PARVUS: Right. Next!


----------



## Theseus (Mar 26, 2017)

So Angela Merkel has thrown a double six & in her deal with Greece has taken everything away. This is what μίζερους means here--abject rather than tight-fisted & clearly derived from the Latin miser (wretched, miserable). 
The populo is the victim.
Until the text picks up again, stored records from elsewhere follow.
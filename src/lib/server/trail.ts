import { createHash, hash as cryptoHash } from 'node:crypto';
import canonicalize from 'canonicalize';
import pg from 'pg';
import { CopyOutQuery, submitCopyOut, type CopyOutParser } from './copy-out';
import { QueryTypes, type Sequelize, type Transaction } from 'sequelize';

export const GENESIS_HASH = '0'.repeat(64);

export interface TrailActor {
	id: string | null;
	label: string;
}

export interface TrailInput {
	actor: TrailActor;
	action: string;
	subjectType: string;
	subjectId: string;
	before?: unknown;
	after?: unknown;
}

export interface TrailRow {
	seq: number;
	at: Date;
	actor_id: string | null;
	actor_label: string;
	action: string;
	subject_type: string;
	subject_id: string;
	before: unknown;
	after: unknown;
	prev_hash: string;
	hash: string;
}

export const SYSTEM_ACTOR: TrailActor = { id: null, label: 'system' };

/** A signed-in person as the trail names them. */
export function actorOf(u: { id: string; email: string }): TrailActor {
	return { id: u.id, label: u.email };
}

/** RFC 8785 canonical JSON of an event's content (everything but the hashes). */
export function canonicalEvent(e: Omit<TrailRow, 'prev_hash' | 'hash'>): string {
	const text = canonicalize({
		seq: Number(e.seq),
		at: new Date(e.at).toISOString(),
		actor: { id: e.actor_id, label: e.actor_label },
		action: e.action,
		subject: { type: e.subject_type, id: e.subject_id },
		before: e.before ?? null,
		after: e.after ?? null
	});
	if (text === undefined) throw new Error('trail event cannot be canonicalized');
	return text;
}

/** SHA-256 (FIPS 180-4) over the previous hash and the event's canonical JSON. */
export function chainHash(prevHash: string, canonical: string): string {
	return createHash('sha256').update(prevHash).update(canonical).digest('hex');
}

/** Drops undefined values and turns Dates into ISO text, so the stored JSON is what was hashed. */
function plain(v: unknown): unknown {
	return v === undefined ? null : JSON.parse(JSON.stringify(v));
}
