/** Requests that must not be fuzzed with a live session because they end it or throttle the address. */
function sessionSafe(routeId: string, body: unknown): boolean {
	if (routeId === '/api/auth/sign-in' && body && typeof body === 'object' && 'email' in body && 'password' in body) return false;
	return true;
}

function checkAnswer(what: string, status: number, text: string, type: string) {
	expect(status, `${what} → ${status} ${text.slice(0, 300)}`).toBeLessThan(500);
	if (status >= 400) {
		expect(type, `${what} content type`).toContain('application/json');
		const body = JSON.parse(text);
		expect(typeof body?.error?.code, `${what} error code in ${text.slice(0, 200)}`).toBe('string');
		expect(typeof body?.error?.message, `${what} error message`).toBe('string');
		expect(text, `${what} leaks a stack`).not.toMatch(/\n\s+at |node_modules|Sequelize\w*Error|syntax error at or near/);
	}
}

async function send(c: Client, method: string, path: string, body?: { text: string; type: string }) {
	const headers: Record<string, string> = { origin: BASE };
	if (c.cookie) headers.cookie = c.cookie;
	if (body) headers['content-type'] = body.type;
	const res = await fetch(BASE + path, { method, headers, body: body && method !== 'GET' ? body.text : undefined, redirect: 'manual' });
	return { status: res.status, text: await res.text(), type: res.headers.get('content-type') ?? '' };
}

const routes = walkRoutes().filter((r) => r.id.startsWith('/api/'));
const roles = { curator: DEMO.curator, lab: DEMO.fennick } as const;
const clients = {} as Record<keyof typeof roles, Client>;
let sequelize: Sequelize;
let before: Awaited<ReturnType<typeof snapshot>>;
let requests = 0;

// Tables that bad input may touch without changing anything a user sees: sessions are refreshed,
// failed sign-ins are counted. Everything else must stay exactly as it was.
const VOLATILE = ['schema_migrations', 'sessions', 'sign_in_failures'];

beforeAll(async () => {
	for (const [k, email] of Object.entries(roles)) clients[k as keyof typeof roles] = await signedIn(email);
	sequelize = new Sequelize(process.env.REGOLOG_DB_NAME!, process.env.REGOLOG_DB_USER!, process.env.REGOLOG_DB_PASSWORD!, {
		host: process.env.REGOLOG_DB_HOST, port: Number(process.env.REGOLOG_DB_PORT), dialect: 'postgres', dialectModule: pg, logging: false
	});
});
afterAll(async () => {
	console.log(`[fuzz] ${requests} hostile requests over ${routes.length} API routes (${RUNS} runs per route, method and role)`);
	await sequelize?.close();
});

describe('hostile input on every JSON route', () => {
	it('finds the API routes by walking src/routes', () => {
		expect(routes.map((r) => r.id)).toContain('/api/items/[code]/splits');
		expect(routes.length).toBeGreaterThan(10);
	});

	it('records the database before the fuzzing', async () => {
		before = await snapshot(sequelize, VOLATILE);
		expect(Object.keys(before)).toContain('items');
	});

	for (const route of routes) {
		for (const method of route.methods) {
			for (const role of Object.keys(roles) as (keyof typeof roles)[]) {
				it(`${method} ${route.id} as ${role}`, async () => {
					await fc.assert(
						fc.asyncProperty(fc.array(pathParam, { minLength: 1, maxLength: 3 }), queryString, rawBody, async (params, query, body) => {
							let parsed: unknown;
							try {
								parsed = JSON.parse(body.text);
							} catch {
								parsed = undefined;
							}
							if (!sessionSafe(route.id, parsed)) return;
							// A refused request must not end the session; one that ends it (sign-out) gets a new one.
							const path = fillPath(route.id, params) + query;
							const r = await send(clients[role], method, path, method === 'GET' || method === 'DELETE' ? undefined : body);
							requests++;
							checkAnswer(`${role} ${method} ${path.slice(0, 200)}`, r.status, r.text, r.type);
							if (route.id.endsWith('/sign-out') && r.status === 200) clients[role] = await signedIn(roles[role]);
						}),
						{ numRuns: RUNS }
					);
					if (route.id.endsWith('/sign-out')) clients[role] = await signedIn(roles[role]);
				});
			}
		}
	}

	it('every route takes the names a plain object inherits as unknown input, in the query and in the body', async () => {
		const query = '?' + PROTO_KEYS.map((k) => `${k}=`).join('&');
		const body = { text: `{${PROTO_KEYS.map((k) => `"${k}":"x"`).join(',')}}`, type: 'application/json' };
		for (const route of routes) {
			for (const method of route.methods) {
				const path = fillPath(route.id, ['TRN-00001/Y']) + query;
				const r = await send(clients.curator, method, path, method === 'GET' || method === 'DELETE' ? undefined : body);
				requests++;
				checkAnswer(`curator ${method} ${path}`, r.status, r.text, r.type);
				if (route.id.endsWith('/sign-out') && r.status === 200) clients.curator = await signedIn(roles.curator);
			}
		}
		// ... and as values: of every known query key, of every path parameter, of every body field.
		const asValues = PROTO_KEYS.map((v) => '?' + QUERY_KEYS.filter((k) => !PROTO_KEYS.includes(k)).map((k) => `${k}=${encodeURIComponent(v)}`).join('&'));
		for (const [n, v] of PROTO_KEYS.entries()) {
			const valueBody = { text: JSON.stringify(Object.fromEntries(BODY_KEYS.filter((k) => !PROTO_KEYS.includes(k)).map((k) => [k, v]))), type: 'application/json' };
			for (const route of routes) {
				for (const method of route.methods) {
					const path = fillPath(route.id, [v]) + asValues[n];
					const r = await send(clients.curator, method, path, method === 'GET' || method === 'DELETE' ? undefined : valueBody);
					requests++;
					checkAnswer(`curator ${method} ${path}`, r.status, r.text, r.type);
					if (route.id.endsWith('/sign-out') && r.status === 200) clients.curator = await signedIn(roles.curator);
				}
			}
		}
		// A strict query refuses them by name (this route takes only known keys).
		const items = await send(clients.curator, 'GET', '/api/items?valueOf=1');
		expect(items.status).toBe(400);
		expect(JSON.parse(items.text).error.fields).toEqual({ valueOf: 'is not a known field' });
	});

	it('bad input changed nothing a user can see', async () => {
		const after = await snapshot(sequelize, VOLATILE);
		// the only events added are the sign-ins that replaced sessions ended by the sign-out route
		const signIns = /"action":"user\.signed_(in|out)"/;
		const added = after.trail_events.filter((e) => !before.trail_events.includes(e));
		expect(added.filter((e) => !signIns.test(e))).toEqual([]);
		after.trail_events = after.trail_events.filter((e) => !added.includes(e));
		expect(Object.keys(after).sort()).toEqual(Object.keys(before).sort());
		for (const t of Object.keys(before)) expect(after[t], t).toEqual(before[t]);
	});
});

describe('injection and guessing', () => {
	it('SQL in query parameters and codes is data, never SQL', async () => {
		const c = clients.curator;
		const all = await c.get('/api/items?limit=500');
		expect(all.status).toBe(200);
		const probes = ["' OR '1'='1", "%' OR 1=1 --", "'; DROP TABLE items; --", "\\'; SELECT pg_sleep(5); --", "TRN' UNION SELECT * FROM users --"];
		for (const p of probes) {
			const r = await c.get(`/api/items?q=${encodeURIComponent(p)}`);
			requests++;
			expect([200, 400], p).toContain(r.status);
			if (r.status === 200) expect(r.body.items.length, p).toBe(0);
			const one = await c.get(`/api/items/${encodeURIComponent(p)}`);
			requests++;
			expect([400, 404], p).toContain(one.status);
			expect(one.body.error.code).toEqual(expect.any(String));
			const col = await c.get(`/api/items?collection=${encodeURIComponent(p)}`);
			requests++;
			expect(col.status, p).toBe(400);
		}
		const [{ n }] = await asSuperuser(process.env.REGOLOG_DB_NAME!, async (db) => (await db.query('SELECT count(*)::int AS n FROM items')).rows);
		expect(n).toBeGreaterThanOrEqual(all.body.items.length);
	});

	it('a lab member who guesses codes and ids finds only its own lab’s material', async () => {
		const { codes, fennickLab } = await asSuperuser(process.env.REGOLOG_DB_NAME!, async (db) => {
			const items = (await db.query<{ code: string; holder: string | null }>('SELECT code, holder_lab_id AS holder FROM items ORDER BY code LIMIT 200')).rows;
			const lab = (await db.query<{ lab_id: string }>('SELECT lab_id FROM users WHERE email = $1', [DEMO.fennick])).rows[0].lab_id;
			return { codes: items, fennickLab: lab };
		});
		expect(codes.length).toBeGreaterThan(0);
		let refused = 0;
		for (const { code, holder } of codes) {
			const r = await clients.lab.get(`/api/items/${code}`);
			requests++;
			if (holder === fennickLab) expect(r.status, code).toBe(200);
			else {
				expect(r.status, code).toBe(404);
				refused++;
			}
			const ledger = await clients.lab.get(`/api/items/${code}/ledger`);
			requests++;
			expect(ledger.status, `${code} ledger`).toBe(holder === fennickLab ? 200 : 404);
		}
		expect(refused).toBeGreaterThan(0);
		// the list answers only its own lab's items, whatever holder it asks for
		const list = await clients.lab.get('/api/items?limit=500');
		expect(list.status).toBe(200);
		const other = await clients.curator.get('/api/labs');
		for (const l of other.body.labs as { id: string }[]) {
			const r = await clients.lab.get(`/api/items?holder=${l.id}&limit=500`);
			requests++;
			expect(r.status).toBeLessThan(500);
			if (r.status === 200) for (const it of r.body.items) expect(codes.find((x) => x.code === it.code)?.holder ?? fennickLab).toBe(fennickLab);
		}
	});

	it('another user’s API token cannot be revoked by guessing its id', async () => {
		const made = await clients.curator.post('/api/tokens', { label: 'hostile-input probe' });
		expect(made.status).toBe(201);
		const id = made.body.token?.id ?? made.body.id;
		expect(id).toEqual(expect.any(String));
		const r = await clients.lab.request('DELETE', `/api/tokens/${id}`);
		expect(r.status).toBe(404);
		const mine = await clients.curator.get('/api/tokens');
		expect(JSON.stringify(mine.body)).toContain(id);
		expect((await clients.curator.request('DELETE', `/api/tokens/${id}`)).status).toBeLessThan(300);
	});
});

describe('oversized and slow requests', () => {
	it('an oversized JSON body is refused with 413 and the error shape, with or without a length', async () => {
		const big = JSON.stringify({ collection: 'HLF', massUg: 1000, description: 'x'.repeat(3_000_000) });
		const withLength = await send(clients.curator, 'POST', '/api/items', { text: big, type: 'application/json' });
		expect(withLength.status).toBe(413);
		checkAnswer('oversized body', withLength.status, withLength.text, withLength.type);
		// chunked: the size is not known in advance
		const stream = new ReadableStream({
			start(ctl) {
				for (let i = 0; i < 30; i++) ctl.enqueue(new TextEncoder().encode('x'.repeat(100_000)));
				ctl.close();
			}
		});
		const res = await fetch(`${BASE}/api/items`, {
			method: 'POST', body: stream, duplex: 'half',
			headers: { origin: BASE, cookie: clients.curator.cookie!, 'content-type': 'application/json' }
		} as RequestInit);
		const text = await res.text();
		expect(res.status).toBe(413);
		checkAnswer('oversized chunked body', res.status, text, res.headers.get('content-type') ?? '');
	});

	it('a very long URL is refused with a clear 4xx', async () => {
		const r = await fetch(`${BASE}/api/items?q=${'x'.repeat(40_000)}`, { headers: { cookie: clients.curator.cookie! } });
		expect([413, 414, 431]).toContain(r.status);
	});

	it('a client trickling its headers and body does not hold up others', async () => {
		const net = await import('node:net');
		const url = new URL(BASE);
		const slow = Array.from({ length: 4 }, (_, n) => {
			const s = net.connect({ host: url.hostname, port: Number(url.port) });
			let closed = false;
			s.on('error', () => {});
			s.on('close', () => (closed = true));
			const head = n % 2
				? `POST /api/items HTTP/1.1\r\nHost: ${url.host}\r\nContent-Type: application/json\r\nContent-Length: 100000\r\ncookie: ${clients.curator.cookie}\r\n\r\n{"a":`
				: `GET /api/items HTTP/1.1\r\nHost: ${url.host}\r\nX-Slow: `;
			let i = 0;
			const timer = setInterval(() => {
				if (closed) return clearInterval(timer);
				s.write(i < head.length ? head[i++] : 'x');
			}, 50);
			return { done: () => !closed, stop: () => (clearInterval(timer), s.destroy()) };
		});
		const answers = await Promise.all(Array.from({ length: 24 }, () => clients.curator.get('/api/items?limit=5')));
		// every ordinary request was answered while the slow ones were still sending
		expect(answers.map((a) => a.status)).toEqual(Array(24).fill(200));
		expect(slow.every((s) => s.done())).toBe(true);
		for (const s of slow) s.stop();
	});
});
Is the crucified man meant to look like a typical Greek [apologies in advance?!]? Thanks for all your help.


----------



## nickel (Mar 26, 2017)

Hey, the crucified "popolo" looks like my Mitsos — probably what some of us believe a typical Greek should look like, i.e. he should sport a moustache. The rest is what JC would have looked like.

Μίζεροι is usually not the tight-fisted ones, but the ones who won't stop grumbling. I can only suppose the cartoonist means those who can't immediately interpret the message of the cartoon.


----------



## Theseus (Mar 27, 2017)

Like me! Thanks, Nickel. By the way, is there a bow on the head? :)


----------